(Given information begins)

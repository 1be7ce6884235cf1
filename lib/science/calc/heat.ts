import { acceleratedAge } from '../accelerated-age'
import { arrhenius } from '../arrhenius'
import { mkt } from '../mkt'
import { examples } from './examples'
import { fieldsOf, given, number, numbers, optionalNumber, optionalNumbers } from './read'
import { topic } from './topic'

export const mktTopic = topic({
  name: 'mkt',
  says: 'Mean kinetic temperature of a record, USP <1160>',
  input: '{temperaturesC:[], hoursEach?:[], deltaHkJ?:83.144}',
  output: '{mktC, meanC, minC, maxC}',
  notes:
    'T = (ΔH/R) / −ln(Σ h·e^(−ΔH/(R·T)) / Σ h) in kelvin, R = 8.314462618 J/(mol·K). A time of 0 hours counts for nothing.',
  example: examples.mkt,
  read: (raw) => {
    const fields = fieldsOf(raw, '', ['temperaturesC', 'hoursEach', 'deltaHkJ'])
    return {
      temperaturesC: numbers(fields, 'temperaturesC'),
      ...given({
        hoursEach: optionalNumbers(fields, 'hoursEach'),
        deltaHkJ: optionalNumber(fields, 'deltaHkJ'),
      }),
    }
  },
  compute: mkt,
})

export const arrheniusTopic = topic({
  name: 'arrhenius',
  says: 'Activation energy from rates at three or more temperatures, with predictions',
  input: '{temperaturesC:[], rates:[], predictC?:[]}',
  output: '{eaKJ, lnA, eaSe, r2, predictions:[{temperatureC, rate, low, high}], curvature:{p, doubt}}',
  notes:
    'Unweighted least squares of ln k on 1/T in kelvin, R = 8.314462618 J/(mol·K). Curvature is tested from four temperatures on: a curved plot means a mechanism that changes with temperature.',
  example: examples.arrhenius,
  read: (raw) => {
    const fields = fieldsOf(raw, '', ['temperaturesC', 'rates', 'predictC'])
    return {
      temperaturesC: numbers(fields, 'temperaturesC'),
      rates: numbers(fields, 'rates'),
      ...given({ predictC: optionalNumbers(fields, 'predictC') }),
    }
  },
  compute: arrhenius,
})

export const acceleratedAgeTopic = topic({
  name: 'accelerated-age',
  says: 'Months at an accelerated temperature that stand for a time in storage, by Q10',
  input: '{storageC, acceleratedC, q10, targetMonths}',
  output: '{factor, acceleratedMonths}',
  notes: 'An assumption, never evidence.',
  example: examples['accelerated-age'],
  read: (raw) => {
    const fields = fieldsOf(raw, '', ['storageC', 'acceleratedC', 'q10', 'targetMonths'])
    return {
      storageC: number(fields, 'storageC'),
      acceleratedC: number(fields, 'acceleratedC'),
      q10: number(fields, 'q10'),
      targetMonths: number(fields, 'targetMonths'),
    }
  },
  compute: acceleratedAge,
})
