import { sql, type RawBuilder } from 'kysely'
import { isClientOnly, type Actor } from '@/lib/auth/actor'

/**
 * Whose studies: the lab sees all, a client those of its own firm that are shared. For the `where` of every query
 * that reads a study; what is not yours is then simply not there.
 */
export function studiesOf(actor: Actor): RawBuilder<boolean> {
  if (!isClientOnly(actor)) return sql<boolean>`true`
  return sql<boolean>`(study.client_id = ${actor.clientId}::uuid and study.is_shared)`
}
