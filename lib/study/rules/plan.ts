import { matrixed } from '@/lib/protocol/rules/matrixing'
import { askedWeeks, jarsOfPlan, pulledFor, weeksOfPlan } from '@/lib/protocol/rules/plan'
import type { PlannedStation, ProtocolPlan } from '@/lib/protocol/schema'
import { fillFromGrams } from '@/lib/science/jar-grams'
import type { StudyAdjustments } from '@/lib/study/schema'

export type FitOption = {
  kind: 'fill' | 'weeks' | 'retains'
  label: string
  adjustments: StudyAdjustments
  jars: number
  grams: number
  /** Grams left over; negative where some are still missing. */
  leftG: number
}

/** The protocol's plan as this study follows it. */
export function adjustedPlan(plan: ProtocolPlan, adjustments: StudyAdjustments): ProtocolPlan {
  const without = new Set(adjustments.leaveOutWeeks ?? [])
  const fillG = adjustments.fillG ?? plan.fillG
  const adjusted = {
    ...plan,
    fillG,
    fillHeightMm: fillG === plan.fillG ? plan.fillHeightMm : filledHeight(plan, fillG),
    retains: adjustments.leaveOutRetains ? 0 : plan.retains,
    stations: startedPositions(plan, adjustments).map((position) => {
      const station = plan.stations[position]!
      const spares = adjustments.spares?.find((one) => one.position === position)?.spares ?? station.spares
      // Cycles are counted, so none of them can be left out.
      const timePoints =
        station.kind === 'temperature'
          ? station.timePoints.filter((week) => !without.has(week))
          : station.timePoints
      return { ...station, spares, timePoints }
    }),
  }
  // With other middle time points, others of them are left out.
  const timed = plan.matrixing && without.size > 0 ? matrixed(adjusted, plan.matrixing.attributes) : adjusted
  const started = startedPositions(plan, adjustments)
  return {
    ...timed,
    stations: timed.stations.map((station, index) => {
      const isIn = (positions: number[] | undefined) => positions?.includes(started[index]!) ?? false
      const fewer = isIn(adjustments.everySecondTime) ? everySecond(timed, station) : station
      return {
        ...fewer,
        measuringJarsPerPull: isIn(adjustments.oneJarAPull)
          ? Math.min(1, fewer.measuringJarsPerPull)
          : fewer.measuringJarsPerPull,
      }
    }),
  }
}

/** Of a straight-walled jar: a tenth of a millimetre is as close as it is read. */
function filledHeight({ fillHeightMm, fillG: usualG }: ProtocolPlan, fillG: number): number {
  return Number(((fillHeightMm * fillG) / usualG).toFixed(1))
}

/**
 * A station at which every second of the middle pulls opens no jar. The sealed jars are looked at all the same; where
 * none stands, the pull is left out.
 */
function everySecond(plan: ProtocolPlan, station: PlannedStation): PlannedStation {
  const opened = askedWeeks(plan, station, 'measuring')
  const weeks = opened.slice(1, -1).filter((_, index) => index % 2 === 0)
  const isLooked = station.watchJars > 0 && pulledFor(plan, 'watch').length > 0
  const measured = pulledFor(plan, 'measuring')
  if (!isLooked) {
    // Cycles and legs are counted, so none of them can be left out.
    if (station.kind !== 'temperature') return station
    return { ...station, timePoints: station.timePoints.filter((week) => !weeks.includes(week)) }
  }
  const known = station.leftOut ?? []
  const cells = weeks
    .flatMap((week) => measured.map(({ attribute }) => ({ attribute, week })))
    .filter((cell) => !known.some((one) => one.week === cell.week && one.attribute === cell.attribute))
  return { ...station, leftOut: [...known, ...cells] }
}

/** Positions in the protocol's plan of the stations that start; the study's own plan holds these alone, in this order. */
export function startedPositions(plan: ProtocolPlan, { leaveOutStations = [] }: StudyAdjustments): number[] {
  return plan.stations.map((_, position) => position).filter((one) => !leaveOutStations.includes(one))
}

/** Stations are named by their position in the protocol; the study's own plan holds those that start. */
export function startedChoices(
  plan: ProtocolPlan,
  adjustments: StudyAdjustments,
  choices: { position: number; stationId: string }[],
): { position: number; stationId: string }[] {
  const started = startedPositions(plan, adjustments)
  return choices.flatMap(({ position, stationId }) => {
    const at = started.indexOf(position)
    return at === -1 ? [] : [{ position: at, stationId }]
  })
}

/** What would make a study fit a batch: less in each jar, fewer early weeks, no retains. */
export function waysToFit(plan: ProtocolPlan, batchG: number): FitOption[] {
  const options = [lessFill(plan, batchG), fewerWeeks(plan, batchG), withoutRetains(plan)]
  return options
    .filter((option) => option !== null)
    .map(({ kind, label, adjustments }) => {
      const { jars, grams } = jarsOfPlan(adjustedPlan(plan, adjustments), batchG)
      return { kind, label, adjustments, jars, grams, leftG: batchG - grams }
    })
}

type Way = Pick<FitOption, 'kind' | 'label' | 'adjustments'>

/** Half the fill at least: below that the jar is another pack. */
function lessFill(plan: ProtocolPlan, batchG: number): Way | null {
  const { jars } = jarsOfPlan(plan, batchG)
  const fillG = fillFromGrams(batchG, jars, plan.lossPercent)
  if (fillG < plan.fillG / 2 || fillG >= plan.fillG) return null
  const label = `Fill ${fillG.toFixed(1)} g instead of ${plan.fillG.toFixed(1)} g`
  return { kind: 'fill', label, adjustments: { fillG } }
}

/** Odd weeks first, then even ones, from the start on; the last pull of each station stays. */
function fewerWeeks(plan: ProtocolPlan, batchG: number): Way | null {
  const last = new Set(plan.stations.map((station) => station.timePoints.at(-1)))
  const early = weeksOfPlan(plan).filter(
    (week) =>
      !last.has(week) && plan.stations.some((s) => s.kind === 'temperature' && s.timePoints.includes(week)),
  )
  const inOrder = [...early.filter((week) => week % 2 === 1), ...early.filter((week) => week % 2 !== 1)]
  const leaveOutWeeks: number[] = []
  for (const week of inOrder.slice(0, Math.max(1, inOrder.length - 2))) {
    leaveOutWeeks.push(week)
    if (jarsOfPlan(adjustedPlan(plan, { leaveOutWeeks }), batchG).fits) break
  }
  if (leaveOutWeeks.length === 0) return null
  leaveOutWeeks.sort((a, b) => a - b)
  return {
    kind: 'weeks',
    label: `Leave out ${leaveOutWeeks.length === 1 ? 'week' : 'weeks'} ${listed(leaveOutWeeks.map(String))}`,
    adjustments: { leaveOutWeeks },
  }
}

function withoutRetains(plan: ProtocolPlan): Way | null {
  if (plan.retains === 0) return null
  const label = `Leave out the ${plan.retains === 1 ? 'retain jar' : `${plan.retains} retain jars`}`
  return { kind: 'retains', label, adjustments: { leaveOutRetains: true } }
}

function listed(items: string[]): string {
  return items.length < 2 ? (items[0] ?? '') : `${items.slice(0, -1).join(', ')} and ${items.at(-1)}`
}
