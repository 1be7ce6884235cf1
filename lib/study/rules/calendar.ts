import { weeksSince } from '@/lib/science/months'

/** The day that a time point means: counted in days of the calendar, so no clock change moves it. */
export function nominalDay(startedOn: string, timeWeeks: number): string {
  return addDays(startedOn, Math.round(timeWeeks * 7))
}

export function addDays(day: string, days: number): string {
  const date = new Date(`${day}T00:00:00Z`)
  date.setUTCDate(date.getUTCDate() + days)
  return date.toISOString().slice(0, 10)
}

export function weeksBetween(from: string, to: string): number {
  return weeksSince(from.slice(0, 10), to.slice(0, 10))
}

/** The day an instant falls on in the lab. */
export function dayIn(timeZone: string, instant: string): string {
  return new Intl.DateTimeFormat('en-CA', {
    timeZone,
    year: 'numeric',
    month: '2-digit',
    day: '2-digit',
  }).format(new Date(instant))
}

/** "2 Mar 2026"; without the year where it goes without saying. */
export function spokenDay(day: string, withYear = true): string {
  return new Intl.DateTimeFormat('en-GB', {
    timeZone: 'UTC',
    day: 'numeric',
    month: 'short',
    ...(withYear ? { year: 'numeric' } : {}),
  })
    .format(new Date(`${day.slice(0, 10)}T00:00:00Z`))
    .replace('Sept', 'Sep')
}
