import type { Actor } from '@/lib/auth/actor'
import type { Db } from '@/lib/db/client'
import { listPhotos } from '@/lib/photo/queries/list'
import { trendBand } from '@/lib/science/trend'
import { weeksBetween } from '@/lib/study/rules/calendar'
import { curvesFinding } from '@/lib/study/rules/curves'
import { findBeside, listBesideOffers } from './beside'
import { getStudyHead, listStudyBatches, listStudyStations } from './head'
import { listOpenFlags, listStudySeries } from './parts'
import { headOf } from './sheet'

/**
 * The curves of a study: at most eight statements; points and trends come with the series that were computed from
 * them. `beside` names a batch of another study, whose readings are drawn along.
 */
export async function getCurves(db: Db, actor: Actor, code: string, beside = '') {
  const study = await getStudyHead(db, actor, code)
  const stations = await listStudyStations(db, study.id)
  const batches = await listStudyBatches(db, study.id)
  const series = await listStudySeries(db, study.id)
  const flags = await listOpenFlags(db, study.id)
  const photos = await listPhotos(db, actor, code)
  const times = Array.from({ length: 25 }, (_, step) => (study.endWeeks * step) / 24)
  return {
    study: headOf(study),
    stations: stations.map((station) => ({
      ...station,
      timePoints: study.plan.stations[station.position]?.timePoints ?? [],
    })),
    batches,
    series: series.map((one) => ({ ...one, line: trendBand(one.finding, times) })),
    flags,
    photos,
    beside: beside === '' ? null : await findBeside(db, actor, beside),
    offers: await listBesideOffers(db, actor, study.id),
    todayWeeks: study.state === 'running' ? weeksBetween(study.startedOn, study.today) : null,
    finding: curvesFinding({
      plan: study.plan,
      study,
      stations,
      batches: batches.filter((batch) => !batch.isReference),
      series: series.filter((one) => !batches.some((batch) => batch.id === one.batchId && batch.isReference)),
    }),
  }
}
export type CurvesPage = Awaited<ReturnType<typeof getCurves>>
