import { sql } from 'kysely'
import type { Actor } from '@/lib/auth/actor'
import type { Db } from '@/lib/db/client'
import { getCalendar } from '@/lib/holiday/queries'
import type { DueJars } from '@/lib/study/rules/workload'

/** What running studies still ask of the lab, by day: three statements, however many studies run. */
export async function getWorkload(db: Db, _actor: Actor) {
  const { today, ...calendar } = await getCalendar(db)
  return { today, calendar, due: await listDueJars(db, today), late: await listLate(db, today) }
}
export type LabWorkload = Awaited<ReturnType<typeof getWorkload>>

/** A jar that rests was pulled in time, so it is work of today and not late. */
async function listDueJars(db: Db, today: string): Promise<DueJars[]> {
  const { rows } = await sql<DueJars>`
    select case when pj.state = 'resting' then greatest(p.due_on, ${today}::date) else p.due_on end as day,
      st.kind, case when pj.asks = 'watch' then 'watch' else 'measuring' end as asks, count(*)::integer as jars
    from pull_jar pj
      join pull p on p.id = pj.pull_id
      join study s on s.id = pj.study_id and s.state = 'running'
      join study_station ss on ss.id = p.study_station_id
      join station st on st.id = ss.station_id
    where pj.state in ('due', 'resting')
    group by 1, 2, 3 order by 1, 2, 3
  `.execute(db)
  return rows
}

async function listLate(db: Db, today: string) {
  return db
    .selectFrom('pullJar')
    .innerJoin('pull', 'pull.id', 'pullJar.pullId')
    .innerJoin('study', 'study.id', 'pullJar.studyId')
    .select(['study.code', 'study.title'])
    .select((eb) => [
      eb.fn.countAll<number>().as('jars'),
      eb.fn.min('pull.dueOn').as('since'),
      sql<number>`(count(*) filter (where pull.window_to < ${today}))::integer`.as('beyondWindow'),
    ])
    .where('study.state', '=', 'running')
    .where('pullJar.state', '=', 'due')
    .where('pull.dueOn', '<', today)
    .groupBy(['study.id', 'study.code', 'study.title'])
    .orderBy('since')
    .orderBy('study.code')
    .execute()
}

(Given information ends)

Work order> Starting from the records above, copy each line where the string "rows" is found.

Answer space>
  const { rows } = await sql<DueJars>`
  return rows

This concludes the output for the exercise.